Flocking to the epicenter were easily agitated groups: the
pro-abortion lobby, the anti-death penalty lobby, the anti-gun lobby and, as always,
the academia lobby. Not for nothing did Bill Buckley, the founder of the modern
conservative movement and a Connecticut resident nearly all his life, announce
that he would prefer to be governed by the first fifty names picked at random from
the phone book than the entire Harvard Law School faculty. Mr. Obama
successfully bottled the epicentric groups, fizzed them up and won two
elections.
By Mr. Obama’s second campaign, however, Democrats had lost
both houses of Congress – and more. Progressive Democrats also lost several
governorships, several state legislatures and loads of confrontations in the
Middle East with Iran and Russian supported Islamic terrorist groups. On the
way to Utopia, Mr. Obama and his cohorts set brush fires in the minds of, among
others, white men. But not to worry. The Obama script worked once. With some
minor adjustments, Mr. Malloy has asserted, it will work again.
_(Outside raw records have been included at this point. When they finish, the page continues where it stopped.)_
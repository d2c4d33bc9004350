package spec

import (
	"math"
	"testing"
)

// lambdaTol is the agreement required with the four-decimal table values.
const lambdaTol = 5e-5

func TestSpeedOfLightIsExact(t *testing.T) {
	// Source: SI Brochure, 9th ed., BIPM 2019: c = 299 792 458 m/s exactly.
	if SpeedOfLight != 299792458 {
		t.Fatalf("SpeedOfLight = %v, want 299792458 exactly", SpeedOfLight)
	}
}

func TestWavelength(t *testing.T) {
	// Source: λ = c/f with the SI value of c (SI Brochure, 9th ed., BIPM 2019) [calc].
	for _, tc := range []struct {
		name string
		fMHz float64
		want float64
	}{
		{"1.28 GHz", 1280, 234.2129},
		{"2.44 GHz", 2440, 122.8658},
		{"5.8 GHz", 5800, 51.6884},
	} {
		t.Run(tc.name, func(t *testing.T) {
			if got := Wavelength(tc.fMHz); math.Abs(got-tc.want) > lambdaTol {
				t.Errorf("Wavelength(%v) = %.5f mm, want %.4f", tc.fMHz, got, tc.want)
			}
		})
	}
}
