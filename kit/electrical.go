package kit

import (
	"math"

	"coilwright/parts"
)

// electrical is what the electrical plots and the report draw: the match,
// the gain of each circular component and the axial ratio across a
// frequency range, and two pattern cuts at the band centre, with where
// they came from.
type electrical struct {
	// Estimate is true for the textbook estimates, false for a field
	// solution.
	Estimate bool
	// Source says where the curves came from, in a line under each plot's
	// title.
	Source string
	// Short is Source in a few words, for notes under narrow plots.
	Short string

	LowMHz, HighMHz float64 // the plotted frequency range
	Band            *band   // the design's band (parts.BandOf); nil for no band
	TargetVSWR      float64 // the matching target drawn on the match plot

	FreqMHz      []float64
	VSWR         []float64
	ReturnLossDB []float64
	RHCPDBic     []float64
	LHCPDBic     []float64
	AxialRatioDB []float64

	CentreMHz float64      // where the pattern cuts are taken
	Cuts      []patternCut // two cuts through the axis
	CutNote   string       // how the cuts were made
}

// band is the design's operating band.
type band struct {
	LowMHz, HighMHz float64
	Text            string // parts.Band.Text
}

// patternCut is one plane through the coil's axis: the level of each
// circular component against the angle from the axis, −π to π.
type patternCut struct {
	Name     string // "φ = 0° plane"
	AngleRad []float64
	RHCPDBic []float64
	LHCPDBic []float64
}

// targetVSWR is the match drawn as the target on every electrical plot,
// the build sheet's band figure and the report's matched band: the worst
// VSWR across the band the matching strip is sized for ([wedge] max_vswr).
// This is the one place that picks the target for d.
func targetVSWR(d *parts.Design) float64 {
	return d.Spec.Wedge.MaxVSWR
}

// Sweep sampling of the plotted range and the pattern cuts.
const (
	sweepPoints   = 121
	patternPoints = 361
	// patternFloorDB is how far below the peak the pattern plots go.
	patternFloorDB = 40
	// rangeMargin is the least share of the centre frequency plotted on
	// each side of it, and bandMargin the share of the band's width
	// plotted beyond each band edge.
	rangeMargin = 0.05
	bandMargin  = 0.5
)

// plotRange returns the frequency range the electrical plots cover and the
// design's band (parts.BandOf: the spec's edges, or the centre frequency
// ± 3 %): the band widened by half its width on each side, and at least
// ±5 % of the centre frequency.
func plotRange(d *parts.Design) (lo, hi float64, b *band) {
	f0 := d.Spec.FrequencyMHz
	lo, hi = f0*(1-rangeMargin), f0*(1+rangeMargin)
	s := d.Spec
	pb := parts.BandOf(s)
	b = &band{LowMHz: pb.LowMHz, HighMHz: pb.HighMHz, Text: pb.Text(f0)}
	w := b.HighMHz - b.LowMHz
	lo, hi = math.Min(lo, b.LowMHz-bandMargin*w), math.Max(hi, b.HighMHz+bandMargin*w)
	return lo, hi, b
}

// centre returns the band centre, or the design frequency without a band.
func (e *electrical) centre(f0 float64) float64 {
	if e.Band != nil {
		return (e.Band.LowMHz + e.Band.HighMHz) / 2
	}
	return f0
}

// textbookElectrical evaluates the textbook estimates of d over the plot
// range.
func textbookElectrical(d *parts.Design) *electrical {
	lo, hi, b := plotRange(d)
	e := &electrical{Estimate: true, LowMHz: lo, HighMHz: hi, Band: b, TargetVSWR: targetVSWR(d),
		Source: "Textbook estimate (Kraus, Pozar), not a field solution", Short: "Textbook estimate"}
	e.FreqMHz = make([]float64, sweepPoints)
	for i := range e.FreqMHz {
		e.FreqMHz[i] = lo + (hi-lo)*float64(i)/float64(sweepPoints-1)
	}
	for _, p := range d.TextbookSweep(e.FreqMHz) {
		e.VSWR = append(e.VSWR, p.VSWR)
		e.ReturnLossDB = append(e.ReturnLossDB, p.ReturnLossDB)
		e.RHCPDBic = append(e.RHCPDBic, p.RHCPDBic)
		e.LHCPDBic = append(e.LHCPDBic, p.LHCPDBic)
		e.AxialRatioDB = append(e.AxialRatioDB, p.AxialRatioDB)
	}
	e.CentreMHz = e.centre(d.Spec.FrequencyMHz)
	angles := make([]float64, patternPoints)
	for i := range angles {
		angles[i] = -math.Pi + 2*math.Pi*float64(i)/float64(patternPoints-1)
	}
	r, l := d.TextbookPattern(e.CentreMHz, angles, patternFloorDB)
	// The reflector stops the coil radiating backwards, which the free
	// helix's array pattern knows nothing of: the estimate covers the
	// forward half only.
	for i, a := range angles {
		if math.Abs(a) > math.Pi/2+1e-9 {
			r[i], l[i] = math.NaN(), math.NaN()
		}
	}
	for _, name := range []string{"φ = 0° plane", "φ = 90° plane"} {
		e.Cuts = append(e.Cuts, patternCut{Name: name, AngleRad: angles, RHCPDBic: r, LHCPDBic: l})
	}
	e.CutNote = "The textbook pattern is the same in every plane through the axis and covers the forward half only (the reflector's effect is not modelled); the axial ratio is held at its on-axis value."
	return e
}

// matchedBand returns the contiguous range around the centre frequency
// where the VSWR is at most the target, its edges interpolated between
// samples, and whether there is one. An edge at the end of the plotted
// range means the match holds beyond it.
func (e *electrical) matchedBand(f0 float64) (lo, hi float64, ok bool) {
	i0 := 0
	for i, f := range e.FreqMHz {
		if math.Abs(f-f0) < math.Abs(e.FreqMHz[i0]-f0) {
			i0 = i
		}
	}
	if !(e.VSWR[i0] <= e.TargetVSWR) {
		return 0, 0, false
	}
	cross := func(i, j int) float64 { // interpolate the target between samples i and j
		a, b := e.VSWR[i], e.VSWR[j]
		return e.FreqMHz[i] + (e.TargetVSWR-a)/(b-a)*(e.FreqMHz[j]-e.FreqMHz[i])
	}
	lo, hi = e.FreqMHz[0], e.FreqMHz[len(e.FreqMHz)-1]
	for i := i0; i > 0; i-- {
		if !(e.VSWR[i-1] <= e.TargetVSWR) {
			lo = cross(i, i-1)
			break
		}
	}
	for i := i0; i < len(e.FreqMHz)-1; i++ {
		if !(e.VSWR[i+1] <= e.TargetVSWR) {
			hi = cross(i, i+1)
			break
		}
	}
	return lo, hi, true
}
It worked in Connecticut – twice.
Mr. Malloy, the champion of openness and “Hard Choices,”
borrowing a recipe from Maverick Governor Lowell Weicker, the father of
Connecticut’s income tax, imposed on his
state the largest tax increase in its history and arranged multi-year contracts
with state workers that boosted their salaries during the “great recession,” in
the toils of which Connecticut still founders years after the bitter waters
have receded in other business burgeoning states less susceptible to
progressive hucksters like Mr. Malloy. Louisiana is one of them.
Governor of Louisiana Bobby Jindal once affronted
Connecticut’s “porcupine governor” at some unmemorable gathering of governors
in Washington DC. Moments after Mr. Malloy had been selected incoming
chair of the Democratic Governors Association, quills were thrown. Speaking to BuzzFeed reporters about Mr. Jindal -- who is not white, by the way – Mr. Malloy said, “I like
to see your facial expression when I do that. Every reporter asks me, ‘Who’s
going to be the toughest Republican candidate?’ And I’ll look you straight in
the eye and say Jindal and you all laugh… He must have been beaten up really
bad on the playground. Really bad, I think.”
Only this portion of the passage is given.